> **STORED DATA**
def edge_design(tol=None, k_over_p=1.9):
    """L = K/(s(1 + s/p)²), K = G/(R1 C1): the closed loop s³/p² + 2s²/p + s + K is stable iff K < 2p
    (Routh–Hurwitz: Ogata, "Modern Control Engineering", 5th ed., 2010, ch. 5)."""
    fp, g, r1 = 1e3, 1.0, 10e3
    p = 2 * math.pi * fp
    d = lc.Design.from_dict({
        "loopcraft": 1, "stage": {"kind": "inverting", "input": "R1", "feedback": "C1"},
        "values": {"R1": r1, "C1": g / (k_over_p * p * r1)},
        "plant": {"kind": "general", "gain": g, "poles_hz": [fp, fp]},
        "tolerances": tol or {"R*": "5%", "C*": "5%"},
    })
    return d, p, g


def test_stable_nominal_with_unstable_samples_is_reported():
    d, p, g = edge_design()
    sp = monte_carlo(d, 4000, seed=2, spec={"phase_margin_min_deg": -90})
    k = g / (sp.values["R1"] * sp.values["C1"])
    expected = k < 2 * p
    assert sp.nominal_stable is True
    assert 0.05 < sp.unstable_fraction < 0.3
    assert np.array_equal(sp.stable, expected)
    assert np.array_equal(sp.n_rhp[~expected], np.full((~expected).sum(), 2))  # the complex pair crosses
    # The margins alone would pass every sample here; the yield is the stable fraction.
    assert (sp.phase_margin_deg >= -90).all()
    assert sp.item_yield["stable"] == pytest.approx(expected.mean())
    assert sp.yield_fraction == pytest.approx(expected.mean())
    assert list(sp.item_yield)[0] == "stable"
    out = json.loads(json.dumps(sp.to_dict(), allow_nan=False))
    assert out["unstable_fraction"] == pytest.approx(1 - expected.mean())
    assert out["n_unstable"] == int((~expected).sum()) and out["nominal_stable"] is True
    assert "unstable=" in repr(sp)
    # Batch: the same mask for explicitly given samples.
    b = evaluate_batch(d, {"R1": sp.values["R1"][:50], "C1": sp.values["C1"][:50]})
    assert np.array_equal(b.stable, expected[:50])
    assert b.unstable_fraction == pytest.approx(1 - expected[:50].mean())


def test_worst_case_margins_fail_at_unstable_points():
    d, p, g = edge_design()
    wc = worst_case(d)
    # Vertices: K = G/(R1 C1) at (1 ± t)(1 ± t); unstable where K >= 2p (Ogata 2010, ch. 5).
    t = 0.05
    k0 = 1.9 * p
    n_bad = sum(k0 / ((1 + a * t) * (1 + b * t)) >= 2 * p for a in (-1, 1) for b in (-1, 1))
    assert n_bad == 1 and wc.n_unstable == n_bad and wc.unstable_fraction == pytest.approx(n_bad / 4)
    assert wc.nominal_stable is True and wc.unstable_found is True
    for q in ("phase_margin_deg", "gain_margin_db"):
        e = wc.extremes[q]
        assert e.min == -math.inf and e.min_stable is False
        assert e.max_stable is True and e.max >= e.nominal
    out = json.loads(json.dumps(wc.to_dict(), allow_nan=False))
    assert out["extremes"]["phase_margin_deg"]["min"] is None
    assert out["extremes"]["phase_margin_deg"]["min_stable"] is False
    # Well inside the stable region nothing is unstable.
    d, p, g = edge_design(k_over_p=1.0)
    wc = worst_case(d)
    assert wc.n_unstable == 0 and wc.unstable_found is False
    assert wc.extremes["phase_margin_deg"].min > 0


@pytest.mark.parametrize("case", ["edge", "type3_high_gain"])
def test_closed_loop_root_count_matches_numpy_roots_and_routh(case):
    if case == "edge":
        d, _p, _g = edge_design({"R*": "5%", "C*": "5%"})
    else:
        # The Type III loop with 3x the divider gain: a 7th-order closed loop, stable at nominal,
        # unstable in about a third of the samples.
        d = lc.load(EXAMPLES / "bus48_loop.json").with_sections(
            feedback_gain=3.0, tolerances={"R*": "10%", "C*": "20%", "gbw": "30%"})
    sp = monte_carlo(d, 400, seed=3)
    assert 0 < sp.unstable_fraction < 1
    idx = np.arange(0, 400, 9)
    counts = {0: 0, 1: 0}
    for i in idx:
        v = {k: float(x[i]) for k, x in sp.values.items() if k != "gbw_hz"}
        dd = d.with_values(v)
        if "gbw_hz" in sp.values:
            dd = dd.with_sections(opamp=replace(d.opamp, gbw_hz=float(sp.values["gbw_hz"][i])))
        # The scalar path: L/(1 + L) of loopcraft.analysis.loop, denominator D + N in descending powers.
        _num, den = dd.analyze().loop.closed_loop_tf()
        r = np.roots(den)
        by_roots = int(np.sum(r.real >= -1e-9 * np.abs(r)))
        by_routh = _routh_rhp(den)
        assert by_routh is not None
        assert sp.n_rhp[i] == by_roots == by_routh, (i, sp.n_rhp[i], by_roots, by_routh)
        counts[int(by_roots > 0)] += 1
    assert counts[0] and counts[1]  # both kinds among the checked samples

> **ACTIVITY**
Copy out each line of the listing that contains the word "counts".

> **RESPONSE TO THE TASK**
    counts = {0: 0, 1: 0}
        counts[int(by_roots > 0)] += 1
    assert counts[0] and counts[1]  # both kinds among the checked samples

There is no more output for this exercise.